Kepala Divisi Humas Polri, Irjen Pol Sandi Nugroho, menjelaskan bahwa melibatkan PPATK dalam upaya ini sangat penting untuk memastikan proses pemeriksaan terkait politik uang dapat dilakukan dengan transparan dan jujur.


“Kami ingin menjadikan segala sesuatu lebih terang dan tidak ada ruang untuk kebohongan di antara kita,” ujarnya di Kantor Dewan Pers, Jakarta Pusat, pada Rabu (9/8/2023).


Satuan tugas anti politik uang akan fokus pada menjaga integritas Pemilu dan mencegah praktik politik uang.

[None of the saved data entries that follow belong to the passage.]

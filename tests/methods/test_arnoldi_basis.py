import numpy as np
import pytest

from identkit.methods.arnoldi_basis import arnoldi_basis


@pytest.mark.parametrize("degree", [1, 6, 20])
def test_basis_is_orthonormal_under_the_measure(degree):
    x = np.cos(2.0 * np.arctan(np.geomspace(1e-3, 1e3, 800)))
    rng = np.random.default_rng(degree)
    measure = rng.uniform(0.5, 1.5, 800) / 800.0
    first = 10.0 ** rng.uniform(-2.0, 2.0, 800)
    _, values = arnoldi_basis(x, first, measure, degree)
    gram = values.T @ (measure[:, None] * values)
    np.testing.assert_allclose(gram, np.eye(degree + 1), atol=1e-12)


def test_recurrence_evaluates_the_same_polynomials_elsewhere():
    x = np.linspace(-1.0, 1.0, 200)
    basis, values = arnoldi_basis(x, np.exp(x), np.full(200, 0.005), 8)
    np.testing.assert_allclose(basis.evaluate(x) * np.exp(x)[:, None], values, atol=1e-10)
    y = np.linspace(-0.95, 0.93, 50)
    fitted = np.polynomial.chebyshev.chebfit(x, basis.evaluate(x), 8)
    np.testing.assert_allclose(
        basis.evaluate(y), np.polynomial.chebyshev.chebval(y, fitted).T, atol=1e-9
    )


def test_roots_are_those_of_the_polynomial():
    x = np.linspace(-1.0, 1.0, 300)
    expected = np.array([-0.9, -0.2, 0.3 + 0.4j, 0.3 - 0.4j, 1.7])
    wanted = np.prod([x - r for r in expected], axis=0).real
    basis, values = arnoldi_basis(x, np.ones(300), np.full(300, 1.0 / 300.0), 5)
    found = basis.roots(values.T @ wanted / 300.0)
    assert all(np.abs(found - r).min() < 1e-10 for r in expected)


def test_vanishing_leading_coefficient_lowers_the_degree():
    x = np.linspace(-1.0, 1.0, 300)
    basis, values = arnoldi_basis(x, np.ones(300), np.full(300, 1.0 / 300.0), 5)
    coefficients = np.zeros(6)
    coefficients[:2] = values[:, :2].T @ (x - 0.25) / 300.0
    np.testing.assert_allclose(basis.roots(coefficients), [0.25], atol=1e-10)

Sandi menyebut akan ada banyak komponen lembaga yang dilibatkan, tidak terkecuali lembaga penyelenggara Pemilu.


“(Satgas dibentuk) dalam rangka menciptakan pemilu yang tertib, bermartabat, dengan jujur dan adil seperti yang dicita-citakan undang-undang,” tegas Sandi.

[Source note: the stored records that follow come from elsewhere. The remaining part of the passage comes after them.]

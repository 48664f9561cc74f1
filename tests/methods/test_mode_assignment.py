"""Assignment against brute force; costs; crossings."""

from itertools import permutations

import numpy as np
import pytest

from identkit.methods.mode_assignment import assign_modes, crossing_modes, pairing_cost


def cheapest(cost, unpaired):
    """Return the least total cost by trying every partial pairing."""
    fitted, population = cost.shape
    best = np.inf
    places = list(range(population)) + [-1] * fitted
    for choice in set(permutations(places, fitted)):
        pairs = sum(cost[i, k] for i, k in enumerate(choice) if k >= 0)
        named = sum(k >= 0 for k in choice)
        best = min(best, pairs + unpaired * (fitted + population - 2 * named))
    return best


@pytest.mark.parametrize("seed", range(8))
def test_no_partial_pairing_is_cheaper(seed):
    rng = np.random.default_rng(seed)
    cost = rng.exponential(8.0, size=(rng.integers(1, 5), rng.integers(1, 5)))
    cost[rng.uniform(size=cost.shape) < 0.2] = np.inf
    found = assign_modes(cost, 6.0)
    named = np.flatnonzero(found >= 0)
    total = cost[named, found[named]].sum() + 6.0 * (sum(cost.shape) - 2 * len(named))
    assert total == pytest.approx(cheapest(cost, 6.0))
    assert len(set(found[named].tolist())) == len(named)


def test_a_pair_dearer_than_two_unpaired_is_not_made():
    assert assign_modes(np.array([[11.9]]), 6.0).tolist() == [0]
    assert assign_modes(np.array([[12.1]]), 6.0).tolist() == [-1]
    assert assign_modes(np.full((2, 2), np.inf), 6.0).tolist() == [-1, -1]


def test_nothing_to_pair_is_fine():
    assert assign_modes(np.zeros((0, 3)), 6.0).tolist() == []
    assert assign_modes(np.zeros((2, 0)), 6.0).tolist() == [-1, -1]


def test_cost_grows_slowly_far_out_and_unknown_quantities_are_free():
    near = pairing_cost(np.array([1.0, np.nan]), np.ones(2))
    assert near == pytest.approx(5.0 * np.log(1.25))
    assert pairing_cost(np.array([6.0]), np.ones(1)) == pytest.approx(11.51, abs=0.01)
    # the same difference, but fitted ten times worse: nearer in errors, still not cheaper at 0
    assert pairing_cost(np.array([0.0]), np.array([10.0])) > pairing_cost(
        np.array([1.0]), np.ones(1)
    )


def test_crossing_modes_names_both_sides():
    assert crossing_modes(np.array([1.0, 2.0, np.nan, 4.0])).tolist() == []
    assert crossing_modes(np.array([1.0, 3.0, 2.0, 4.0])).tolist() == [1, 2]
    assert crossing_modes(np.array([5.0, np.nan, 2.0, 4.0])).tolist() == [0, 2, 3]
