"""The certified optimum against local optimisation of poles and zeros from many starts."""

import numpy as np
import pytest
from scipy.optimize import minimize

from identkit.methods.magnitude_weight import fit_magnitude_weight


def spread_db(parameters, log_omega, radius_db):
    """Excess of a weight with damped pairs, gain set so that it just covers.

    Parameters per section: log natural frequency and log damping ratio of pole and of zero.
    """
    magnitude_db = np.zeros(log_omega.size)
    for pole, pole_damping, zero, zero_damping in parameters.reshape(-1, 4):
        for sign, place, damping in ((1.0, zero, zero_damping), (-1.0, pole, pole_damping)):
            u = np.exp(2.0 * (log_omega - place))
            square = (1.0 - u) ** 2 + 4.0 * np.exp(2.0 * damping) * u
            magnitude_db = magnitude_db + sign * 10.0 * np.log10(square)
    difference = magnitude_db - radius_db
    return difference.max() - difference.min()


def best_of_local_fits(frequency, radius, sections, starts, seed):
    rng = np.random.default_rng(seed)
    log_omega, radius_db = np.log(frequency), 20.0 * np.log10(radius)
    ends = log_omega[[0, -1]]
    best = np.inf
    for _ in range(starts):
        places = rng.uniform(*ends, (sections, 2))
        damping = rng.uniform(-2.0, 0.5, (sections, 2))
        start = np.column_stack([places[:, 0], damping[:, 0], places[:, 1], damping[:, 1]]).ravel()
        local = minimize(
            spread_db, start, (log_omega, radius_db), "Nelder-Mead", options={"maxiter": 1500}
        )
        best = min(best, local.fun)
    return best


def target(name, frequency):
    if name == "kinked":
        return np.exp(np.interp(np.log(frequency), [2.0, 4.0, 6.0, 8.0, 10.0], [-3, 0, -1, 1, 0]))
    x = np.minimum(frequency * 2e-4, np.pi)
    return np.maximum(0.02, 2.0 * np.sin(x / 2.0))


@pytest.mark.parametrize(("name", "sections"), [("kinked", 1), ("kinked", 2), ("delay", 1)])
def test_never_above_the_best_of_twelve_local_fits(name, sections):
    frequency = np.geomspace(10.0, 2e4, 150)
    radius = target(name, frequency)
    weight = fit_magnitude_weight(frequency, radius, 2 * sections)
    local = best_of_local_fits(frequency, radius, sections, 12, seed=sections)
    assert weight.excess_db <= local + 0.02
    assert weight.floor_db <= local + 1e-9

Dalam pelaksanaan tugasnya, Satgas ini akan lebih fokus pada upaya preventif. Upaya pencegahan akan menjadi fokus utama, dan langkah-langkah penegakan hukum akan dilakukan sesuai dengan peraturan perundang-undangan Pemilu yang berlaku.

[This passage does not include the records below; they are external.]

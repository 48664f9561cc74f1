from dataclasses import replace

import numpy as np
import pytest

from identkit.methods.hull_vertices import hull_vertices
from identkit.methods.modal_model import ModalParameters, modal_response
from identkit.methods.pade_delay import pade_response
from identkit.methods.tightest_nominal import _Problem, tightest_nominal
from tests.methods.families import family, plant

GRID = np.geomspace(50.0, 22e3, 400)
LEAST = 0.02


def opposed() -> list[ModalParameters]:
    """Return plants whose fifth mode has either sign, as on heads facing each other."""
    plants = family(12, 31)
    flip = np.ones(8)
    flip[4] = -1.0
    return [replace(p, residue=p.residue * flip) if k % 2 else p for k, p in enumerate(plants)]


def problem() -> tuple[np.ndarray, ModalParameters, np.ndarray]:
    values = np.array([modal_response(GRID, one) for one in opposed()])
    start = replace(plant(), residue=plant().residue * [1, 1, 1, 1, 0.01, 1, 1, 1])
    return values, start, np.abs(plant().residue)


def radius(parameters: ModalParameters, values: np.ndarray) -> np.ndarray:
    flexible = modal_response(GRID, replace(parameters, delay=0.0))
    centre = flexible * pade_response(2.0 * np.pi * GRID * parameters.delay, 3)
    return np.abs(values / centre - 1.0).max(axis=0)


def test_gradient_against_differences() -> None:
    values, start, scale = problem()
    search = _Problem(GRID, values, start, 3, scale, LEAST)
    at = 0.01 * np.random.default_rng(0).normal(size=search.size)
    _, gradient = search.smooth_cost(at, 20.0)
    for k in range(search.size):
        step = np.zeros(search.size)
        step[k] = 1e-6
        ends = [search.smooth_cost(at + sign * step, 20.0)[0] for sign in (1.0, -1.0)]
        assert gradient[k] == pytest.approx((ends[0] - ends[1]) / 2e-6, rel=1e-4, abs=1e-5)


def test_peak_and_mean_radius_fall_and_the_measure_is_what_it_says() -> None:
    values, start, scale = problem()
    found = tightest_nominal(GRID, values, start, 3, scale, LEAST)
    before, after = radius(start, values), radius(found.parameters, values)
    assert found.cost < found.start_cost
    assert after.max() < 0.6 * before.max()
    assert np.mean(np.log(after)) < np.mean(np.log(before))
    weight = np.gradient(np.log(GRID))
    level = np.log(np.maximum(after, LEAST))
    cost = weight @ (level + np.maximum(level, 0.0) ** 2) / weight.sum()
    assert found.cost == pytest.approx(cost, rel=1e-9)
    assert found.parameters.damping_ratio.min() > 0.0
    assert found.parameters.delay == start.delay


@pytest.mark.parametrize("count", [1, 2, 3, 4, 60])
def test_only_the_hull_matters(count: int) -> None:
    rng = np.random.default_rng(count)
    values = 1.0 + 0.4 * (rng.normal(size=(count, 30)) + 1j * rng.normal(size=(count, 30)))
    vertices, present = hull_vertices(values)
    assert present.any(axis=0).all()
    assert len(vertices) <= count
    for p in rng.normal(size=20) + 1j * rng.normal(size=20):
        everyone = np.abs(values / p - 1.0).max(axis=0)
        np.testing.assert_allclose(np.abs(vertices / p - 1.0).max(axis=0), everyone, rtol=1e-12)


def test_hull_of_values_on_a_line_keeps_the_ends() -> None:
    line = np.linspace(1.0, 2.0, 9)[:, None] * (1.0 + 1.0j)
    same = np.full((9, 1), 3.0 + 0.0j)
    vertices, _ = hull_vertices(np.hstack([line, same]))
    assert {1.0 + 1.0j, 2.0 + 2.0j} <= set(vertices[:, 0])
    assert set(vertices[:, 1]) == {3.0 + 0.0j}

Salah satu langkah preventif yang akan diambil adalah melibatkan publik dalam diskusi, menyebarkan literasi, dan memberikan edukasi kepada peserta Pemilu.


Polri juga mengimbau kepada masyarakat untuk menghindari tindakan-tindakan yang dilarang selama penyelenggaraan Pemilu, termasuk praktik politik uang.


“Kita diingatkan oleh prinsip-prinsip kebaikan dan larangan terhadap hal-hal yang buruk. Hal ini juga sesuai dengan amar maruf nahi mungkar dalam agama kita,” pungkas Sandi.


Dengan kolaborasi dengan berbagai pihak, diharapkan praktik politik uang dapat ditekan dan Pemilu dapat berlangsung dengan lebih adil dan transparan bagi seluruh rakyat Indonesia. (*)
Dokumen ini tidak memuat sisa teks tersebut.